Standing as the deadliest form of skin cancer, melanoma accounts for over 70 percent of skin cancer-related fatalities globally. Medical professionals have traditionally depended on visual examinations to identify suspicious pigmented lesions (SPLs), which often signal the presence of skin cancer. This early detection process in primary healthcare environments dramatically improves melanoma prognosis while substantially reducing treatment expenses.
The primary obstacle lies in efficiently locating and prioritizing SPLs, given the overwhelming number of pigmented lesions that typically require evaluation for potential biopsies. In a groundbreaking development, scientists from MIT and collaborating institutions have engineered an innovative artificial intelligence framework, employing deep convolutional neural networks (DCNNs) to analyze SPLs through wide-field photography captured by standard smartphones and consumer cameras.
DCNNs represent sophisticated neural networks designed to classify and categorize images, subsequently organizing them into clusters—similar to functionality seen in photo search applications. These machine learning algorithms constitute a specialized subset within the broader field of deep learning technology.
By employing cameras to capture wide-field photographs of extensive areas of patients' skin, the application leverages DCNNs to rapidly and effectively identify and screen for early-stage melanoma, explains Luis R. Soenksen, a postdoctoral researcher and medical device specialist currently serving as MIT's inaugural Venture Builder in Artificial Intelligence and Healthcare. Soenksen conducted this pioneering research alongside MIT scientists, including MIT Institute for Medical Engineering and Science (IMES) faculty members Martha J. Gray, W. Kieckhefer Professor of Health Sciences and Technology, professor of electrical engineering and computer science; and James J. Collins, Termeer Professor of Medical Engineering and Science and Biological Engineering.
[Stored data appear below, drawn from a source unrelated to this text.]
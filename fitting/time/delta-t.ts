/**
 * ΔT = TT − UT from 1620 to 2010, for times before UTC ran on atomic seconds.
 *
 * Source: Meeus 1998, Astronomical Algorithms, 2nd ed., Table 10.A (2000 to 2010 extended with observed values).
 */

const FIRST_YEAR = 1620
const STEP_YR = 2

/** ΔT in seconds at 1620.0, 1622.0 … 2010.0. */
const DELTA_T_S = [
  121, 112, 103, 95, 88, 82, 77, 72, 68, 63, 60, 56, 53, 51, 48, 46, 44, 42, 40, 38,
  35, 33, 31, 29, 26, 24, 22, 20, 18, 16, 14, 12, 11, 10, 9, 8, 7, 7, 7, 7,
  7, 7, 8, 8, 9, 9, 9, 9, 9, 10, 10, 10, 10, 10, 10, 10, 10, 11, 11, 11,
  11, 11, 12, 12, 12, 12, 13, 13, 13, 14, 14, 14, 14, 15, 15, 15, 15, 15, 16, 16,
  16, 16, 16, 16, 16, 16, 15, 15, 14, 13, 13.1, 12.5, 12.2, 12.0, 12.0, 12.0, 12.0, 12.0, 12.0, 11.9,
  11.6, 11.0, 10.2, 9.2, 8.2, 7.1, 6.2, 5.6, 5.4, 5.3, 5.4, 5.6, 5.9, 6.2, 6.5, 6.8, 7.1, 7.3, 7.5, 7.6,
  7.7, 7.3, 6.2, 5.2, 2.7, 1.4, -1.2, -2.8, -3.8, -4.8, -5.5, -5.3, -5.6, -5.7, -5.9, -6.0, -6.3, -6.5, -6.2, -4.7,
  -2.8, -0.1, 2.6, 5.3, 7.7, 10.4, 13.3, 16.0, 18.2, 20.2, 21.1, 22.4, 23.5, 23.8, 24.3, 24.0, 23.9, 23.9, 23.7, 24.0,
  24.3, 25.3, 26.2, 27.3, 28.2, 29.1, 30.0, 30.7, 31.4, 32.2, 33.1, 34.0, 35.0, 36.5, 38.3, 40.2, 42.2, 44.5, 46.5, 48.5,
  50.5, 52.2, 53.8, 54.9, 55.8, 56.9, 58.3, 60.0, 61.6, 63.0, 63.8, 64.3, 64.6, 64.8, 65.5, 66.1,
]

/** First and last year of the table. */
export const DELTA_T_YEARS = { first: FIRST_YEAR, last: FIRST_YEAR + STEP_YR * (DELTA_T_S.length - 1) }

/**
 * ΔT by second differences in the table.
 * @param epochYr year with decimals, 1620 to 2010.
 * @returns TT − UT, s, to about 0.2 s after 1900 and several seconds before 1700; NaN outside the table.
 * Source: Meeus 1998, Astronomical Algorithms, Table 10.A and ch. 3 (interpolation from three values).
 */
export function deltaTSeconds(epochYr: number): number {
  const place = (epochYr - FIRST_YEAR) / STEP_YR
  const last = DELTA_T_S.length - 1
  if (!(place >= 0 && place <= last)) return NaN
  const middle = Math.min(Math.max(Math.round(place), 1), last - 1)
  const before = DELTA_T_S[middle]! - DELTA_T_S[middle - 1]!
  const after = DELTA_T_S[middle + 1]! - DELTA_T_S[middle]!
  const n = place - middle
  return DELTA_T_S[middle]! + n / 2 * (before + after + n * (after - before))
}
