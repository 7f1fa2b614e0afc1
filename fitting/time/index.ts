/** Times: Julian and Besselian epochs, calendars, ISO 8601, UTC to TT, position angles at another equinox. */
export * from './calendar'
export { DELTA_T_YEARS, deltaTSeconds } from './delta-t'
export * from './epochs'
export * from './equinox'
export * from './iso-time'
export * from './time-scales'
Soenksen, the primary author of the recent paper, "Using Deep Learning for Dermatologist-level Detection of Suspicious Pigmented Skin Lesions from Wide-field Images," published in Science Translational Medicine, emphasizes that "Early identification of SPLs can be life-saving; however, current medical systems lack the infrastructure necessary to provide comprehensive skin screenings at population scale."
The publication details the creation of an SPL analysis system utilizing DCNNs to more rapidly and efficiently identify skin lesions requiring additional investigation—screenings that can be conducted during routine primary care visits or potentially by patients themselves. The system employs DCNNs to optimize the identification and classification of SPLs within wide-field images.
Utilizing artificial intelligence, the research team trained the system using 20,388 wide-field images from 133 patients at Madrid's Hospital Gregorio Marañón, supplemented with publicly accessible images. These photographs were captured using various ordinary cameras readily available to consumers. Dermatologists collaborating with the researchers visually classified the lesions in these images for comparative purposes. They discovered that the system achieved greater than 90.3 percent sensitivity in distinguishing SPLs from non-suspicious lesions, skin, and complex backgrounds—eliminating the need for cumbersome and time-consuming individual lesion imaging. Furthermore, the paper introduces a novel method to extract intra-patient lesion saliency (employing the ugly duckling criteria, which compares lesions that stand out from others on the same individual's skin) based on DCNN features from detected lesions.
"Our research demonstrates that systems harnessing computer vision and deep neural networks, quantifying such common indicators, can achieve accuracy comparable to expert dermatologists," Soenksen explains. "We hope our findings reignite enthusiasm for delivering more efficient dermatological screenings in primary care settings to facilitate appropriate specialist referrals."
Such implementation would enable more rapid and precise assessments of SPLs and could lead to earlier melanoma treatment, according to the research team.
Gray, the paper's senior author, provides insight into how this significant project evolved: "This work originated as a new initiative developed by fellows (five of the co-authors) in the MIT Catalyst program, a program designed to catalyze projects addressing critical clinical needs. This endeavor exemplifies the vision of HST/IMES (in whose tradition Catalyst was founded) of leveraging scientific innovation to advance human health." This research received support from the Abdul Latif Jameel Clinic for Machine Learning in Health and from the Consejería de Educación, Juventud y Deportes de la Comunidad de Madrid through the Madrid-MIT M+Visión Consortium.